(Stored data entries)

--------------------------------------------------

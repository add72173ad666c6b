package pyext

// The format specification mini-language and the format string syntax of
// str.format, following the Python 3 standard library documentation
// ("string — Format String Syntax").

import (
	"fmt"
	"math"
	"math/big"
	"strconv"
	"strings"
	"unicode/utf8"

	"github.com/go-python/gpython/py"
)

// formatSpec is a parsed standard format specifier: its optional parts
// are, in order, a fill character with an alignment, a sign, '#', '0', a
// width, a grouping separator, a precision after '.', and a type letter.
type formatSpec struct {
	fill       rune
	fillSet    bool
	align      rune // 0 when not given
	sign       rune // 0 when not given
	alt        bool
	zero       bool
	width      int
	grouping   rune // 0, ',' or '_'
	precision  int  // -1 when not given
	typ        rune // 0 when not given
	spec       string
	objectType string
}

func isAlign(r rune) bool { return r == '<' || r == '>' || r == '=' || r == '^' }

func parseSpec(spec, objectType string) (*formatSpec, error) {
	f := &formatSpec{fill: ' ', precision: -1, spec: spec, objectType: objectType}
	r := []rune(spec)
	i := 0
	if len(r) >= 2 && isAlign(r[1]) {
		f.fill, f.fillSet, f.align = r[0], true, r[1]
		i = 2
	} else if len(r) >= 1 && isAlign(r[0]) {
		f.align = r[0]
		i = 1
	}
	if i < len(r) && (r[i] == '+' || r[i] == '-' || r[i] == ' ') {
		f.sign = r[i]
		i++
	}
	if i < len(r) && r[i] == '#' {
		f.alt = true
		i++
	}
	if !f.fillSet && i < len(r) && r[i] == '0' {
		f.zero = true
		i++
	}
	digits := func() (int, bool, error) {
		start := i
		for i < len(r) && r[i] >= '0' && r[i] <= '9' {
			i++
		}
		if i == start {
			return 0, false, nil
		}
		n, err := strconv.Atoi(string(r[start:i]))
		if err != nil {
			return 0, false, py.ExceptionNewf(py.ValueError, "Too many decimal digits in format string")
		}
		return n, true, nil
	}
	var err error
	if f.width, _, err = digits(); err != nil {
		return nil, err
	}
	if i < len(r) && (r[i] == ',' || r[i] == '_') {
		f.grouping = r[i]
		i++
		if i < len(r) && (r[i] == ',' || r[i] == '_') {
			return nil, py.ExceptionNewf(py.ValueError, "Cannot specify both ',' and '_'.")
		}
	}
	if i < len(r) && r[i] == '.' {
		i++
		n, ok, err := digits()
		if err != nil {
			return nil, err
		}
		if !ok {
			return nil, py.ExceptionNewf(py.ValueError, "Format specifier missing precision")
		}
		f.precision = n
	}
	if len(r)-i > 1 {
		return nil, py.ExceptionNewf(py.ValueError, "Invalid format specifier '%s' for object of type '%s'", spec, objectType)
	}
	if i < len(r) {
		f.typ = r[i]
	}
	if f.grouping != 0 {
		ok := false
		switch f.typ {
		case 0, 'd', 'e', 'E', 'f', 'F', 'g', 'G', '%':
			ok = true
		case 'b', 'o', 'x', 'X':
			ok = f.grouping == '_'
		}
		if !ok {
			return nil, py.ExceptionNewf(py.ValueError, "Cannot specify '%c' with '%c'.", f.grouping, f.typ)
		}
	}
	return f, nil
}
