fn step(input: &mut Input<'_>, s: &mut State) {
    match input.u8() % 16 {
        0 => plan_create(input, s),
        1 => {
            let size = struct_size::<PartitaPlanInfo>(input);
            let mut info = SizedStruct::new(PartitaPlanInfo::default(), size);
            let plan = s.plan.unwrap_or(null_mut());
            // SAFETY: plan NULL or live; the info buffer holds max(size, sizeof) bytes.
            let code = unsafe { partita_plan_info(plan, info.mut_ptr()) };
            check_code(code, "partita_plan_info");
            if code == PARTITA_OK {
                let i = info.read();
                assert_eq!(i.struct_size, size, "plan_info changed struct_size");
                assert!(i.block_frames > 0 && i.covered_frames > 0);
                // A zero-latency plan for an IR no longer than one block is its direct-form head alone.
                assert!(
                    i.levels > 0 || i.latency_frames == 0,
                    "a plan without levels and latency {}",
                    i.latency_frames
                );
                assert!(i.worker_levels + i.sliced_levels <= i.levels);
                assert!(i.predicted_load_pct.is_finite() && i.predicted_heaviest_call_pct.is_finite());
            }
        }
        2 => {
            // Destroy through the variable (a second time gives PARTITA_ERR_NULL), or a NULL variable.
            let code = match s.plan.as_mut() {
                // SAFETY: the variable holds a live plan or NULL.
                Some(p) if input.flag() => unsafe { partita_plan_destroy(p) },
                // SAFETY: NULL is allowed.
                _ => unsafe { partita_plan_destroy(null_mut()) },
            };
            check_message(code, "partita_plan_destroy");
            if s.plan.is_some_and(|p| p.is_null()) {
                s.plan = None;
            }
        }
        3 => engine_create(input, s),
        4 => {
            let size = struct_size::<PartitaEngineInfo>(input);
            let mut info = SizedStruct::new(PartitaEngineInfo::default(), size);
            // SAFETY: engine NULL or live; the buffer holds max(size, sizeof) bytes.
            let code = unsafe { partita_engine_info(s.engine, info.mut_ptr()) };
            check_code(code, "partita_engine_info");
            if code == PARTITA_OK {
                let i = info.read();
                assert_eq!((i.inputs, i.outputs), s.engine_channels);
                assert!(i.inputs <= PARTITA_MAX_CHANNELS && i.outputs <= PARTITA_MAX_CHANNELS);
                assert!(i.block_frames > 0 && i.max_host_frames == s.max_frames && i.sample_rate_hz > 0);
            }
        }
        5 => {
            if !s.control.is_null() {
                return; // One control at a time: a second one would be a second variable for the test to track.
            }
            let mut out = null_mut();
            // SAFETY: engine NULL or live; out writable.
            let code = unsafe { partita_engine_take_control(s.engine, &mut out) };
            check_message(code, "partita_engine_take_control");
            if code == PARTITA_OK {
                assert!(!out.is_null());
                s.control = out;
                s.control_id += 1;
            } else {
                assert!(out.is_null());
            }
        }
        6 | 7 => process(input, s),
        8 => control_prepare(input, s),
        9 => {
            if let Some((mut p, _)) = s.prepared.pop() {
                // SAFETY: a live prepared IR; the second destroy through the same variable is allowed.
                assert_eq!(unsafe { partita_prepared_destroy(&mut p) }, PARTITA_OK);
                assert_eq!(unsafe { partita_prepared_destroy(&mut p) }, PARTITA_ERR_NULL);
            }
        }
        10 => {
            let fade = input.size_u32();
            let id = s.control_id;
            let Some(i) = s.prepared.iter().position(|&(_, made_by)| made_by == id) else {
                // SAFETY: control NULL or live; a NULL prepared IR variable is allowed.
                let code = unsafe { partita_control_swap(s.control, null_mut(), fade) };
                return check_message(code, "partita_control_swap");
            };
            if s.control.is_null() {
                return;
            }
            let (mut p, _) = s.prepared.remove(i);
            // SAFETY: a live control and a live prepared IR it made.
            let code = unsafe { partita_control_swap(s.control, &mut p, fade) };
            check_message(code, "partita_control_swap");
            if code == PARTITA_OK {
                assert!(p.is_null(), "a successful swap leaves the prepared IR with the caller");
            } else {
                assert!(!p.is_null());
                s.prepared.push((p, id));
            }
        }
        11 => {
            let command = i32::from(input.u8() % 9) - 1;
            let value = match input.u8() % 4 {
                0 => input.f64(),
                1 => f64::from(input.u8()),
                2 => -f64::from(input.u8()) / 4.0,
                _ => f64::from(input.u8()) / 64.0,
            };
            // SAFETY: control NULL or live.
            let code = unsafe { partita_control_send(s.control, command, value) };
            check_message(code, "partita_control_send");
        }
        12 => {
            let size = struct_size::<PartitaEvent>(input);
            let mut event = SizedStruct::new(PartitaEvent::default(), size);
            // SAFETY: control NULL or live; the buffer holds max(size, sizeof) bytes.
            let code = unsafe { partita_control_next_event(s.control, event.mut_ptr()) };
            check_code(code, "partita_control_next_event");
            if code == PARTITA_OK {
                let kind = event.read().kind;
                assert!((PARTITA_EVENT_NONE..=PARTITA_EVENT_UNKNOWN).contains(&kind), "event kind {kind}");
            }
        }
        13 => {
            let size = struct_size::<PartitaEngineStatus>(input);
            let mut status = SizedStruct::new(PartitaEngineStatus::default(), size);
            // SAFETY: control NULL or live; the buffer holds max(size, sizeof) bytes.
            let code = unsafe { partita_control_status(s.control, status.mut_ptr()) };
            check_code(code, "partita_control_status");
            if code == PARTITA_OK {
                let st = status.read();
                assert!(st.peak.is_finite() && st.peak >= 0.0, "status peak {}", st.peak);
                assert!((PARTITA_FADE_STEADY..=PARTITA_FADE_RETIRING).contains(&st.fade_state));
            }
        }
        14 => {
            if input.flag() {
                destroy_control(s);
                // SAFETY: the variable is NULL now: allowed, and refused.
                assert_eq!(unsafe { partita_control_destroy(&mut s.control) }, PARTITA_ERR_NULL);
            } else if !s.engine.is_null() {
                // SAFETY: a live engine, then the same (now NULL) variable.
                assert_eq!(unsafe { partita_engine_destroy(&mut s.engine) }, PARTITA_OK);
                assert_eq!(unsafe { partita_engine_destroy(&mut s.engine) }, PARTITA_ERR_NULL);
            }
        }
        _ => {
            let code = input.u32() as i32;
            check_name(code);
            check_name(i32::from(input.u8() % 16));
            assert_eq!(partita_abi_version(), PARTITA_ABI_VERSION);
        }
    }
}
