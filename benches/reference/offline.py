"""Reference convolutions timed for Partita's offline benchmark (benches/offline.rs).

Usage: python offline.py MANIFEST.json RESULTS.json

The manifest (written by the bench) lists raw little-endian float32 files: the input channels, and per
case the IR channels and the methods to run. Channel c of the input is convolved with channel c of the IR
(stereo routing L->L, R->R), mode='full'. For each method the script loads and converts the data first,
then times only the convolution calls (time.perf_counter around all channels of one repetition), keeps
the median over the repetitions, and writes the last repetition's outputs (float32, or float64 for the
float64 reference). Methods:

  oaconvolve-f32     scipy.signal.oaconvolve on float32 data (float32 arithmetic)
  fftconvolve-f32    scipy.signal.fftconvolve on float32 data
  numpy-convolve-f32 numpy.convolve on float32 data (direct form)
  fftconvolve-f64    scipy.signal.fftconvolve on float64 copies: the float64 reference

scipy.signal's FFT convolutions run on one thread (scipy.fft's default workers=1). The bench sets
OPENBLAS_NUM_THREADS=1 so numpy.convolve (whose inner dot product may go to BLAS) is single-threaded too.
"""

import json
import sys
import time

import numpy as np
import scipy
import scipy.signal


def method_fn(name):
    if name == "oaconvolve-f32":
        return np.float32, lambda x, h: scipy.signal.oaconvolve(x, h, mode="full")
    if name == "fftconvolve-f32":
        return np.float32, lambda x, h: scipy.signal.fftconvolve(x, h, mode="full")
    if name == "numpy-convolve-f32":
        return np.float32, lambda x, h: np.convolve(x, h, mode="full")
    if name == "fftconvolve-f64":
        return np.float64, lambda x, h: scipy.signal.fftconvolve(x, h, mode="full")
    raise SystemExit(f"unknown method {name}")


def main() -> int:
    with open(sys.argv[1], encoding="utf-8") as f:
        manifest = json.load(f)
    inputs = [np.fromfile(p, dtype="<f4") for p in manifest["inputs"]]
    results = []
    for case in manifest["cases"]:
        ir = [np.fromfile(p, dtype="<f4") for p in case["ir"]]
        for method in case["methods"]:
            dtype, fn = method_fn(method["name"])
            xs = [np.ascontiguousarray(x, dtype=dtype) for x in inputs]
            hs = [np.ascontiguousarray(h, dtype=dtype) for h in ir]
            times = []
            ys = None
            for _ in range(method["reps"]):
                t0 = time.perf_counter()
                ys = [fn(x, h) for x, h in zip(xs, hs)]
                times.append(time.perf_counter() - t0)
            out_dtype = "<f8" if dtype == np.float64 else "<f4"
            for y, path in zip(ys, method["outputs"]):
                assert y.dtype == dtype, f"{method['name']} returned {y.dtype}"
                y.astype(out_dtype).tofile(path)
            results.append(
                {
                    "case": case["name"],
                    "method": method["name"],
                    "seconds": float(np.median(times)),
                    "times": times,
                }
            )
            print(f"  {case['name']:>8} {method['name']:<20} {np.median(times):9.4f} s", file=sys.stderr)
    with open(sys.argv[2], "w", encoding="utf-8") as f:
        json.dump({"numpy": np.__version__, "scipy": scipy.__version__, "results": results}, f)
    return 0


if __name__ == "__main__":
    sys.exit(main())
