/// The two sides of `delta(a, b)` for a nonconstant difference `d = a -
/// b` with no name on both sides: the terms of `d` with positive
/// coefficients (and a positive constant) on the left, the others negated
/// on the right; when one side would be empty, the last name of the other
/// moves across (`delta(m1, -m2)`, not `delta(m1+m2, 0)`).
fn delta_sides(d: &Lin) -> (Lin, Lin) {
    let (mut left, mut right) = (Lin::zero(), Lin::zero());
    for (v, c) in d.terms() {
        let term = Lin::var(v.clone()).scale(*c);
        if *c > Q::zero() {
            left = &left + &term;
        } else {
            right = &right - &term;
        }
    }
    let c0 = d.constant_part();
    if c0 > Q::zero() {
        left = &left + &Lin::constant(c0);
    } else {
        right = &right - &Lin::constant(c0);
    }
    for _ in 0..2 {
        if left.is_zero() {
            let Some((v, c)) = right.terms().last().map(|(v, c)| (v.clone(), *c)) else {
                break;
            };
            let term = Lin::var(v).scale(c);
            right = &right - &term;
            left = &left - &term;
        }
        std::mem::swap(&mut left, &mut right);
    }
    (left, right)
}

/// `2q` as an integer, when it is one.
pub fn doubled(q: Q) -> Option<i64> {
    let d = q * Q::from_integer(2);
    if d.is_integer() {
        Some(d.to_integer())
    } else {
        None
    }
}

/// `k^e` for a positive rational `k` and an exponent with denominator 1 or
/// 2, as an exact monomial; `None` otherwise.
pub fn power_of_rational(k: Q, e: Q) -> Option<Surd> {
    if k <= Q::zero() && !e.is_integer() {
        return None;
    }
    let twice = e * Q::from_integer(2);
    if !twice.is_integer() {
        return None;
    }
    let n = twice.to_integer();
    let kb = big_q(k);
    if n.unsigned_abs() > 4096 {
        return None;
    }
    // k^(n/2) = k^(|n| div 2) sqrt(k)^(|n| mod 2), inverted if negative:
    // only k itself is ever put under a root (so no large radicand has to
    // be factored)
    let mut q = BigRational::one();
    for _ in 0..(n.unsigned_abs() / 2) {
        q *= &kb;
    }
    let mut v = Surd::from_rational(q);
    if n % 2 != 0 {
        v = &v * &Surd::signed_sqrt(false, &kb).ok()?;
    }
    if n < 0 {
        return v.recip();
    }
    Some(v)
}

--------------------------------------------------

- **Work request**
Your response should hold the lines from the first line of the entries above through the line with "r := []rune(spec)", each retyped exactly, and nothing else.

- **Output for this exercise**
repository add72173ad666c6b
package pyext

// The format specification mini-language and the format string syntax of
// str.format, following the Python 3 standard library documentation
// ("string — Format String Syntax").

import (
	"fmt"
	"math"
	"math/big"
	"strconv"
	"strings"
	"unicode/utf8"

	"github.com/go-python/gpython/py"
)

// formatSpec is a parsed standard format specifier: its optional parts
// are, in order, a fill character with an alignment, a sign, '#', '0', a
// width, a grouping separator, a precision after '.', and a type letter.
type formatSpec struct {
	fill       rune
	fillSet    bool
	align      rune // 0 when not given
	sign       rune // 0 when not given
	alt        bool
	zero       bool
	width      int
	grouping   rune // 0, ',' or '_'
	precision  int  // -1 when not given
	typ        rune // 0 when not given
	spec       string
	objectType string
}

func isAlign(r rune) bool { return r == '<' || r == '>' || r == '=' || r == '^' }

func parseSpec(spec, objectType string) (*formatSpec, error) {
	f := &formatSpec{fill: ' ', precision: -1, spec: spec, objectType: objectType}
	r := []rune(spec)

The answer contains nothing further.